Forum Discussion
Change tamper protected settings permanently
Hi there,
I need to disable real-time monitoring permanently on a device. I can turn it off temporarily using troubleshooting mode but once tamper protection is back on, so is real-time monitoring.
How do we actually permanently change tamper protected settings?
8 Replies
Tamper Protection enforces real-time monitoring (even if disabled in policies), so you must disable Tamper Protection to turn off real-time monitoring.
If you have Intune, you can use a Windows Security Experience policy to disable Tamper Protection on devices in the group you target with the policy. You can find this policy under Endpoint security - Antivirus - Create policy - Windows / Windows Security Experience.
Once applied to the device, you will then be able to disable real-time protection.
Bump?
Defender being part of the OS, it is really hard to disable. You may try these-
1. Offboard MDE by the offboarding script, and see if it gets into passive mode.

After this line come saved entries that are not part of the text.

"""An alert's one-line headline: which roles, and the readable measure that moved most.

A reviewer first needs to know *what changed*. When the dominant role is the same before
and after, the headline says what moved instead of repeating the role ("same role (quiet
sender): 37 new counterparts, sends 48× more"); when it changed, it names both roles and
the one readable measure (:mod:`rolewatch.engine.readable`) that moved most.

Moves are ranked on one scale: a count measure by ``|log2((after + 1) / (before + 1))|``,
a share by ``4 |after - before|``, so a 25-point swing in a share weighs like a doubling of
a count (a scale of our own; common practice, no source). New counterparts (never dealt
with before, over the whole known history) count as a move from the baseline's number.
"""

from __future__ import annotations

import math
from collections.abc import Mapping
from dataclasses import dataclass

from .readable import MEASURES, SHARE_MEASURES

__all__ = ["LEADS", "Move", "change_text", "compose_headline", "measure_moves", "move_text"]

#: Weight of a share's change against the log2 ratio of a count.
SHARE_SCALE = 4.0
#: Moves weaker than this are not worth a headline (a count moving by less than ~20 %).
WEAKEST = 0.25


#: The readable measure that says what each score component measured
#: (:mod:`rolewatch.engine.components`). The bridging component (ties into communities the
#: account rarely deals with) has none: brokerage counts contacts who do not know each
#: other, which is not the same thing.
LEADS = {
    "novelty_out": "new_counterparts",
    "novelty_in": "new_counterparts",
    "ties": "new_counterparts",
    "direction": "sent_share",
}


@dataclass(frozen=True)
class Move:
    """One readable measure before and after, with the strength it is ranked by."""

    measure: str
    before: float
    after: float
    strength: float


def _strength(measure: str, before: float, after: float) -> float:
    if measure in SHARE_MEASURES:
        return SHARE_SCALE * abs(after - before)
    return abs(math.log2((max(after, 0.0) + 1.0) / (max(before, 0.0) + 1.0)))


def measure_moves(
    before: Mapping[str, float | None],
    after: Mapping[str, float | None],
    *,
    new_counterparts: int | None = None,
    new_counterparts_before: int | None = None,
    lead: str | None = None,
) -> list[Move]:
    """The readable measures that moved, strongest first.

    Parameters
    ----------
    before, after : mapping of measure name to value
        Missing, None or NaN values are skipped (e.g. a baseline window whose events were
        purged).
    new_counterparts, new_counterparts_before : int, optional
        New counterparts in this window and in the baseline window; ranked as the
        pseudo-measure ``new_counterparts``.
    lead : str, optional
        The measure behind the score's strongest component (:data:`LEADS`); its move comes
        first, however weak, so the headline says what raised the alert.

    Returns
    -------
    list of Move
        The ``lead`` move, then moves of at least :data:`WEAKEST`, strongest first (ties in
        :data:`MEASURES` order);
        ``new_share`` is left out when the count of new counterparts is given.
    """
    moves = []
    for measure in MEASURES:
        if measure == "new_share" and new_counterparts:
            continue  # said by the count of new counterparts
        b, a = before.get(measure), after.get(measure)
        if b is None or a is None or not (math.isfinite(b) and math.isfinite(a)):
            continue
        moves.append(Move(measure, float(b), float(a), _strength(measure, float(b), float(a))))
    if new_counterparts:
        b = float(new_counterparts_before or 0)
        a = float(new_counterparts)
        moves.append(Move("new_counterparts", b, a, _strength("new_counterparts", b, a)))
    first = [m for m in moves if m.measure == lead and (m.after != m.before)]
    rest = sorted(
        (m for m in moves if m.strength >= WEAKEST and m.measure != lead),
        key=lambda m: -m.strength,
    )
    return first + rest


def _count(value: float) -> str:
    return f"{value:,.0f}"


def _times(after: float, before: float) -> str:
    ratio = after / before if after >= before else before / after
    text = f"{ratio:.0f}" if ratio >= 10 else f"{ratio:.1f}".rstrip("0").rstrip(".")
    return f"{text}×"


def _flow(verb: str, noun: str, b: float, a: float) -> str:
    if b <= 0:
        return f"{verb} {_count(a)} {noun}, none before"
    if a <= 0:
        return f"{verb} no {noun} ({_count(b)} before)"
    return f"{verb} {_times(a, b)} {'more' if a > b else 'less'}"


_SHARE_WORDS = {
    "sent_share": "share sent",
    "reciprocity": "two-way ties",
    "clustering": "contacts who deal with each other",
    "new_share": "share of new counterparts",
}


def move_text(move: Move) -> str:
    """One move in words, e.g. "sends 48× more" or "sends to 2 → 37 accounts"."""
    b, a = move.before, move.after
    if move.measure in ("events_out", "events_in"):
        noun = "event" if max(a, b) == 1 else "events"
        return _flow("sends" if move.measure == "events_out" else "receives", noun, b, a)
    if move.measure == "out_degree":
        return f"sends to {_count(b)} → {_count(a)} accounts"
    if move.measure == "in_degree":
        return f"hears from {_count(b)} → {_count(a)} accounts"
    if move.measure == "brokerage":
        return f"contacts who do not know each other {b:,.1f} → {a:,.1f}"
    if move.measure == "new_counterparts":
        return f"{_count(a)} new counterpart{'' if a == 1 else 's'}"

    return f"{_SHARE_WORDS[move.measure]} {b:.0%} → {a:.0%}"


# a second move that says the same as the first ("sends no events", "sends to 4 → 0 accounts")
_TWINS = {
    "events_out": "out_degree",
    "out_degree": "events_out",
    "events_in": "in_degree",
    "in_degree": "events_in",
}


def change_text(moves: list[Move], *, same_role: bool) -> str:
    """What moved, for the headline: the two strongest moves when the role stayed (not both
    of events and accounts in one direction), the strongest one when it changed; "role
    mixture shifted" when no readable measure moved."""
    picked: list[Move] = []
    for move in moves:
        if len(picked) == (2 if same_role else 1):
            break
        if not any(_TWINS.get(move.measure) == earlier.measure for earlier in picked):
            picked.append(move)
    if not picked:
        return "role mixture shifted"
    return ", ".join(move_text(move) for move in picked)


def compose_headline(
    before_name: str | None, after_name: str, *, same_role: bool, change: str, baseline: bool
) -> str:
    """The headline from the role names (as they read now) and the change text.

    Never "X → X": the same dominant role reads "same role (X): <change>".

    Parameters
    ----------
    before_name : str or None
        The baseline window's dominant role; None when there was no baseline window
        (``baseline`` False) or too little activity there to fit a role.
    after_name : str
    same_role : bool
        The dominant role id is the same before and after (names can clash after renames).
    change : str
        :func:`change_text` as stored with the alert.
    baseline : bool
        The account had a baseline window.
    """
    if same_role and before_name is not None:
        return f"same role ({after_name}): {change}"
    if before_name is None:
        start = "too little activity before" if baseline else "no earlier window"
        return f"{start} → {after_name}: {change}"
    if before_name == after_name:
        return f"{before_name} (another role of that name) → {after_name}: {change}"
    return f"{before_name} → {after_name}: {change}"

2. ForceDefenderInPassiveMode, set the below registry value to force defender in passive mode (caution, there must be another AV to continue monitoring and protection)
HKEY_LOCAL_MACHINE\SOFTWARE\Policies\Microsoft\Windows Advanced Threat Protection\ForceDefenderPassiveMode = 1
3. AV policy changes -- check for 'Disable Local Admin Merge' and set it to false to allow the local admins to make AV configuration changes at host level.
Thanks for your reply I'm specifically looking to disable real-time protection but want to have defender still running for scheduled scans. Any suggestions on that?